**Required work**
Reproduce each line below without any alteration.

**Material provided**
package main

import (
	"fmt"
	"math"
	"strconv"
	"strings"

	"github.com/trestle-go/trestle/springnet"
)

// Conversion factors to SI, exact by definition (NIST SP 811, Appendix B).
// The inch and the pound-force are springnet's.
const (
	inch  = springnet.Inch       // m
	foot  = 12 * inch            // m
	pound = 0.45359237           // kg (avoirdupois)
	lbf   = springnet.PoundForce // N (pound-force, standard gravity)
	psi   = lbf / (inch * inch)  // Pa
)

// unitSystem says how numbers are printed in text reports. JSON output is
// always SI base units.
type unitSystem int

const (
	siUnits unitSystem = iota // N/µm, mm, µm, N, MPa, kg
	usUnits                   // lbf/in, in, in, lbf, psi, lb
)

// parseUnits reads a --units value.
func parseUnits(s string) (unitSystem, error) {
	switch strings.ToLower(strings.TrimSpace(s)) {
	case "si", "metric", "":
		return siUnits, nil
	case "us", "imperial":
		return usUnits, nil
	}
	return 0, fmt.Errorf("--units %q: want si or us", s)
}

// quantity is one printed kind of number: its unit name and the factor
// that turns the SI value into it.
type quantity struct {
	unit   string
	factor float64 // printed = SI value × factor
}

func (u unitSystem) stiffness() quantity {
	if u == usUnits {
		return quantity{"lbf/in", inch / lbf}
	}
	return quantity{"N/µm", 1e-6}
}

func (u unitSystem) length() quantity {
	if u == usUnits {
		return quantity{"in", 1 / inch}
	}
	return quantity{"mm", 1e3}
}

// motion is for small displacements.
func (u unitSystem) motion() quantity {
	if u == usUnits {
		return quantity{"in", 1 / inch}
	}
	return quantity{"µm", 1e6}
}

func (u unitSystem) force() quantity {
	if u == usUnits {
		return quantity{"lbf", 1 / lbf}
	}
	return quantity{"N", 1}
}

func (u unitSystem) moment() quantity {
	if u == usUnits {
		return quantity{"lbf·in", 1 / (lbf * inch)}
	}
	return quantity{"N·m", 1}
}

func (u unitSystem) stress() quantity {
	if u == usUnits {
		return quantity{"psi", 1 / psi}
	}
	return quantity{"MPa", 1e-6}
}

// modulus is for elastic moduli.
func (u unitSystem) modulus() quantity {
	if u == usUnits {
		return quantity{"Msi", 1e-6 / psi}
	}
	return quantity{"GPa", 1e-9}
}

func (u unitSystem) mass() quantity {
	if u == usUnits {
		return quantity{"lb", 1 / pound}
	}
	return quantity{"kg", 1}
}

func (u unitSystem) density() quantity {
	if u == usUnits {
		return quantity{"lb/ft³", foot * foot * foot / pound}
	}
	return quantity{"kg/m³", 1}
}

// area, second moment, modulus of section.
func (u unitSystem) area() quantity {
	if u == usUnits {
		return quantity{"in²", 1 / (inch * inch)}
	}
	return quantity{"mm²", 1e6}
}

func (u unitSystem) inertia() quantity {
	if u == usUnits {
		return quantity{"in⁴", 1 / math.Pow(inch, 4)}
	}
	return quantity{"mm⁴", 1e12}
}

func (u unitSystem) sectionModulus() quantity {
	if u == usUnits {
		return quantity{"in³", 1 / math.Pow(inch, 3)}
	}
	return quantity{"mm³", 1e9}
}

// f formats the SI value v in q's unit (number only).
func (q quantity) f(v float64) string { return num(v * q.factor) }

// fu formats the SI value v in q's unit with the unit.
func (q quantity) fu(v float64) string { return num(v*q.factor) + " " + q.unit }

// num formats v with four significant figures, without an exponent
// between 0.0001 and 10⁷, and never as NaN (printed "—").
func num(v float64) string {
	switch {
	case math.IsNaN(v) || math.IsInf(v, 0):
		return "—"
	case v == 0:
		return "0"
	}
	a := math.Abs(v)
	if a >= 1e-4 && a < 1e7 {
		digits := 3 - int(math.Floor(math.Log10(a)))
		if digits < 0 {
			digits = 0
		}
		s := strconv.FormatFloat(v, 'f', digits, 64)
		if strings.Contains(s, ".") {
			s = strings.TrimRight(strings.TrimRight(s, "0"), ".")
		}
		if s == "-0" {
			s = "0"
		}
		return s
	}
	return strconv.FormatFloat(v, 'e', 3, 64)
}

// pct formats a fraction as a percentage with one decimal.
func pct(v float64) string {
	p := 100 * v
	if math.Abs(p) < 0.05 {
		p = 0 // no "-0.0 %"
	}
	return strconv.FormatFloat(p, 'f', 1, 64) + " %"
}

// fixed formats v with d decimals.
func fixed(v float64, d int) string { return strconv.FormatFloat(v, 'f', d, 64) }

**Answer space**
package main

import (
	"fmt"
	"math"
	"strconv"
	"strings"

	"github.com/trestle-go/trestle/springnet"
)

// Conversion factors to SI, exact by definition (NIST SP 811, Appendix B).
// The inch and the pound-force are springnet's.
const (
	inch  = springnet.Inch       // m
	foot  = 12 * inch            // m
	pound = 0.45359237           // kg (avoirdupois)
	lbf   = springnet.PoundForce // N (pound-force, standard gravity)
	psi   = lbf / (inch * inch)  // Pa
)

// unitSystem says how numbers are printed in text reports. JSON output is
// always SI base units.
type unitSystem int

const (
	siUnits unitSystem = iota // N/µm, mm, µm, N, MPa, kg
	usUnits                   // lbf/in, in, in, lbf, psi, lb
)

// parseUnits reads a --units value.
func parseUnits(s string) (unitSystem, error) {
	switch strings.ToLower(strings.TrimSpace(s)) {
	case "si", "metric", "":
		return siUnits, nil
	case "us", "imperial":
		return usUnits, nil
	}
	return 0, fmt.Errorf("--units %q: want si or us", s)
}

// quantity is one printed kind of number: its unit name and the factor
// that turns the SI value into it.
type quantity struct {
	unit   string
	factor float64 // printed = SI value × factor
}

func (u unitSystem) stiffness() quantity {
	if u == usUnits {
		return quantity{"lbf/in", inch / lbf}
	}
	return quantity{"N/µm", 1e-6}
}

func (u unitSystem) length() quantity {
	if u == usUnits {
		return quantity{"in", 1 / inch}
	}
	return quantity{"mm", 1e3}
}

// motion is for small displacements.
func (u unitSystem) motion() quantity {
	if u == usUnits {
		return quantity{"in", 1 / inch}
	}
	return quantity{"µm", 1e6}
}

func (u unitSystem) force() quantity {
	if u == usUnits {
		return quantity{"lbf", 1 / lbf}
	}
	return quantity{"N", 1}
}

func (u unitSystem) moment() quantity {
	if u == usUnits {
		return quantity{"lbf·in", 1 / (lbf * inch)}
	}
	return quantity{"N·m", 1}
}

func (u unitSystem) stress() quantity {
	if u == usUnits {
		return quantity{"psi", 1 / psi}
	}
	return quantity{"MPa", 1e-6}
}

// modulus is for elastic moduli.
func (u unitSystem) modulus() quantity {
	if u == usUnits {
		return quantity{"Msi", 1e-6 / psi}
	}
	return quantity{"GPa", 1e-9}
}

func (u unitSystem) mass() quantity {
	if u == usUnits {
		return quantity{"lb", 1 / pound}
	}
	return quantity{"kg", 1}
}

func (u unitSystem) density() quantity {
	if u == usUnits {
		return quantity{"lb/ft³", foot * foot * foot / pound}
	}
	return quantity{"kg/m³", 1}
}

// area, second moment, modulus of section.
func (u unitSystem) area() quantity {
	if u == usUnits {
		return quantity{"in²", 1 / (inch * inch)}
	}
	return quantity{"mm²", 1e6}
}

func (u unitSystem) inertia() quantity {
	if u == usUnits {
		return quantity{"in⁴", 1 / math.Pow(inch, 4)}
	}
	return quantity{"mm⁴", 1e12}
}

func (u unitSystem) sectionModulus() quantity {
	if u == usUnits {
		return quantity{"in³", 1 / math.Pow(inch, 3)}
	}
	return quantity{"mm³", 1e9}
}

// f formats the SI value v in q's unit (number only).
func (q quantity) f(v float64) string { return num(v * q.factor) }

// fu formats the SI value v in q's unit with the unit.
func (q quantity) fu(v float64) string { return num(v*q.factor) + " " + q.unit }

// num formats v with four significant figures, without an exponent
// between 0.0001 and 10⁷, and never as NaN (printed "—").
func num(v float64) string {
	switch {
	case math.IsNaN(v) || math.IsInf(v, 0):
		return "—"
	case v == 0:
		return "0"
	}
	a := math.Abs(v)
	if a >= 1e-4 && a < 1e7 {
		digits := 3 - int(math.Floor(math.Log10(a)))
		if digits < 0 {
			digits = 0
		}
		s := strconv.FormatFloat(v, 'f', digits, 64)
		if strings.Contains(s, ".") {
			s = strings.TrimRight(strings.TrimRight(s, "0"), ".")
		}
		if s == "-0" {
			s = "0"
		}
		return s
	}
	return strconv.FormatFloat(v, 'e', 3, 64)
}

// pct formats a fraction as a percentage with one decimal.
func pct(v float64) string {
	p := 100 * v
	if math.Abs(p) < 0.05 {
		p = 0 // no "-0.0 %"
	}
	return strconv.FormatFloat(p, 'f', 1, 64) + " %"
}

// fixed formats v with d decimals.
func fixed(v float64, d int) string { return strconv.FormatFloat(v, 'f', d, 64) }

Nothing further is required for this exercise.